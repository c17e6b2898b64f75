package scan

import (
	"errors"
	"fmt"
	"math"
)

// Shape words (Shape.Word), as a stamping or tooling engineer names a base.
const (
	// ShapeFlat: no curvature and no tilt above the threshold.
	ShapeFlat = "flat"
	// ShapeTilted: flat but inclined to the base frame's plane (a wedge
	// when the other face is the reference).
	ShapeTilted = "tilted"
	// ShapeDished: concave both ways, the centre raised into the pan.
	ShapeDished = "dished"
	// ShapeDomed: convex both ways, the centre lowest.
	ShapeDomed = "domed"
	// ShapeSaddle: concave one way and convex the other (twisted).
	ShapeSaddle = "saddle"
	// ShapeBent: curved about one axis only (cylindrical).
	ShapeBent = "bent"
)

// Shape classification defaults (our own choices, DESIGN.md 3).
const (
	// DefaultShapeNoiseK is how many noise RMS a rim sag must exceed to
	// count: 3, common practice for a detection threshold.
	DefaultShapeNoiseK = 3.0
	// DefaultShapeFloorM is the least rim sag, m, that counts: 0.02 mm,
	// our own choice: half the ±0.02 %-of-diameter band (0.04 mm on a
	// 200 mm base) within which the verdict already treats a base as flat.
	DefaultShapeFloorM = 0.02e-3
	// shapeRatio is the ratio of the smaller to the larger principal rim
	// sag below which a base is "bent" about one axis rather than dished,
	// domed or a saddle: 1/3, our own choice (a cylinder has 0, a
	// spherical dish 1).
	shapeRatio = 1.0 / 3
)

// ShapeOptions sets the thresholds of MeasureShape. The zero value gives
// the defaults and no noise term.
type ShapeOptions struct {
	// NoiseM is the scanner noise, m RMS (e.g. FilterResult.NoiseM).
	NoiseM float64
	// NoiseK multiplies NoiseM; 0 means DefaultShapeNoiseK.
	NoiseK float64
	// FloorM is the least rim sag that counts, m; 0 means
	// DefaultShapeFloorM.
	FloorM float64
}

// Quadric is the least-squares quadric
//
//	z = A + B·x + C·y + D·x² + E·x·y + F·y²
//
// over a base disc, in the base frame: A in m, B and C dimensionless, D,
// E and F in 1/m.
type Quadric struct {
	A, B, C, D, E, F float64
	// RadiusM is the radius of the disc fitted, m; Cells the number of
	// measured cells in it.
	RadiusM float64
	Cells   int
	// ResidualRMSM is the RMS of the fit's residuals, m.
	ResidualRMSM float64
}

// Shape is the form of a base in a stamping engineer's words, from the
// principal curvatures of its least-squares quadric (DESIGN.md 3).
type Shape struct {
	// Word is one of ShapeFlat, ShapeTilted, ShapeDished, ShapeDomed,
	// ShapeSaddle or ShapeBent.
	Word    string
	Quadric Quadric
	// CurvatureInvM are the principal curvatures κ, 1/m: the eigenvalues
	// of the Hessian [[2D, E], [E, 2F]] (small slopes), the one of larger
	// magnitude first. Positive: z rises away from the centre (convex
	// seen from the hob, +z into the pan).
	CurvatureInvM [2]float64
	// AxisDeg is the direction of each principal curvature, degrees in
	// [0, 180) from +x towards +y.
	AxisDeg [2]float64
	// RimSagM is −κ·R²/2 per principal direction, m: how far the centre
	// stands above the rim ends along that direction. Positive: concave
	// (dished) that way, like concavity_mm; negative: convex.
	RimSagM [2]float64
	// BendAxisDeg is the axis a bent base is bent about: the straight
	// direction, that of the smaller curvature, degrees in [0, 180).
	BendAxisDeg float64
	// TiltRiseM is how much the quadric's plane part rises across the
	// diameter, 2R·|(B, C)|, m; TiltAxisDeg the direction it rises
	// towards, degrees in [0, 360) from +x towards +y.
	TiltRiseM   float64
	TiltAxisDeg float64
	// ThresholdM is the rim sag (and tilt rise) below which a term counts
	// as zero: max(NoiseK·NoiseM, FloorM), m.
	ThresholdM float64
}

// MeasureShape fits the quadric to the Measured cells of s within radiusM
// of the origin and names the shape: with the principal rim sags s₁, s₂
// (|s₁| ≥ |s₂|) and the threshold t,
//
//	|s₁| ≤ t                      flat (tilted if the tilt rise > t)
//	|s₂| ≤ t or |s₂/s₁| < 1/3     bent about the axis of s₂
//	s₂/s₁ ≥ 1/3                   dished (s₁ > 0) or domed (s₁ < 0)
//	s₂/s₁ ≤ −1/3                  saddle
//
// An exact quadric is recovered exactly (to round-off), whatever the
// cells: the fit is linear in its six coefficients.
func MeasureShape(s *Surface, radiusM float64, opt ShapeOptions) (*Shape, error) {
	if opt.NoiseK == 0 {
		opt.NoiseK = DefaultShapeNoiseK
	}
	if opt.FloorM == 0 {
		opt.FloorM = DefaultShapeFloorM
	}
	switch {
	case !(opt.NoiseM >= 0) || math.IsInf(opt.NoiseM, 0):
		return nil, fmt.Errorf("scan: shape: noise %g m must be finite and non-negative", opt.NoiseM)
	case !(opt.NoiseK > 0) || math.IsInf(opt.NoiseK, 0), !(opt.FloorM > 0) || math.IsInf(opt.FloorM, 0):
		return nil, fmt.Errorf("scan: shape: threshold factor %g and floor %g m must be positive and finite", opt.NoiseK, opt.FloorM)
	}
	q, err := FitQuadric(s, radiusM)
	if err != nil {
		return nil, err
	}
	sh := &Shape{Quadric: *q, ThresholdM: max(opt.NoiseK*opt.NoiseM, opt.FloorM)}
	r := q.RadiusM

	// Principal curvatures of [[2D, E], [E, 2F]]: κ = (D + F) ± √((D − F)² + E²),
	// the larger at θ = ½·atan2(E, D − F).
	mean, rad := q.D+q.F, math.Hypot(q.D-q.F, q.E)
	th := 0.5 * math.Atan2(q.E, q.D-q.F)
	k := [2]float64{mean + rad, mean - rad}
	ax := [2]float64{th, th + math.Pi/2}
	if math.Abs(k[1]) > math.Abs(k[0]) {
		k[0], k[1], ax[0], ax[1] = k[1], k[0], ax[1], ax[0]
	}
	for i := range 2 {
		sh.CurvatureInvM[i] = k[i]
		sh.AxisDeg[i] = angleDeg(ax[i])
		sh.RimSagM[i] = -k[i] * r * r / 2
	}
	sh.BendAxisDeg = sh.AxisDeg[1]
	sh.TiltRiseM = 2 * r * math.Hypot(q.B, q.C)
	sh.TiltAxisDeg = math.Mod(math.Atan2(q.C, q.B)*180/math.Pi+360, 360)
	sh.Word = shapeWord(sh.RimSagM, sh.TiltRiseM, sh.ThresholdM)
	return sh, nil
}

// shapeWord names the shape from the principal rim sags (larger first),
// the tilt rise and the threshold t (see MeasureShape).
func shapeWord(sag [2]float64, tiltM, t float64) string {
	switch {
	case math.Abs(sag[0]) <= t && tiltM > t:
		return ShapeTilted
	case math.Abs(sag[0]) <= t:
		return ShapeFlat
	}
	ratio := sag[1] / sag[0]
	switch {
	case math.Abs(sag[1]) <= t || math.Abs(ratio) < shapeRatio:
		return ShapeBent
	case ratio < 0:
		return ShapeSaddle
	case sag[0] > 0:
		return ShapeDished
	}
	return ShapeDomed
}

// angleDeg maps an angle in radians to degrees in [0, 180) (an axis has
// no sense), rounded to 1e-9° so that 180° − ε reads 0°.
func angleDeg(a float64) float64 {
	d := math.Mod(a*180/math.Pi, 180)
	if d < 0 {
		d += 180
	}
	if d = math.Round(d*1e9) / 1e9; d >= 180 {
		d -= 180
	}
	return d
}

// FitQuadric returns the least-squares quadric (see Quadric) through the
// Measured cells of s with centres within radiusM of the origin, solved
// from the normal equations in coordinates scaled by radiusM (well
// conditioned on a disc). Filled cells are interpolated and left out.
func FitQuadric(s *Surface, radiusM float64) (*Quadric, error) {
	if s == nil {
		return nil, errors.New("scan: shape: nil surface")
	}
	if !(radiusM > 0) || math.IsInf(radiusM, 0) {
		return nil, fmt.Errorf("scan: shape: radius %g m is not positive and finite", radiusM)
	}
	idx := formCells(s, radiusM)
	if len(idx) < 6 {
		return nil, fmt.Errorf("scan: shape: %d measured cells inside the %.1f mm disc; need at least 6", len(idx), 2e3*radiusM)
	}
	var a [36]float64
	var b [6]float64
	inv := 1 / radiusM
	basis := func(k int) [6]float64 {
		u, v := s.X(k%s.Nx)*inv, s.Y(k/s.Nx)*inv
		return [6]float64{1, u, v, u * u, u * v, v * v}
	}
	for _, k := range idx {
		f := basis(k)
		for p := range 6 {
			b[p] += f[p] * s.ZM[k]
			for q := range 6 {
				a[6*p+q] += f[p] * f[q]
			}
		}
	}
	c, ok := solveSmall(6, a[:], b[:])
	if !ok {
		return nil, fmt.Errorf("scan: shape: quadric fit is singular (the %d cells do not spread over the disc)", len(idx))
	}
	ss := 0.0
	for _, k := range idx {
		f := basis(k)
		e := s.ZM[k]
		for p := range 6 {
			e -= c[p] * f[p]
		}
		ss += e * e
	}
	return &Quadric{A: c[0], B: c[1] * inv, C: c[2] * inv, D: c[3] * inv * inv, E: c[4] * inv * inv, F: c[5] * inv * inv,
		RadiusM: radiusM, Cells: len(idx), ResidualRMSM: math.Sqrt(ss / float64(len(idx)))}, nil
}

====

Work instructions
If a line of the listing contains "above", count it; state the final number and nothing more.

Result of this task
2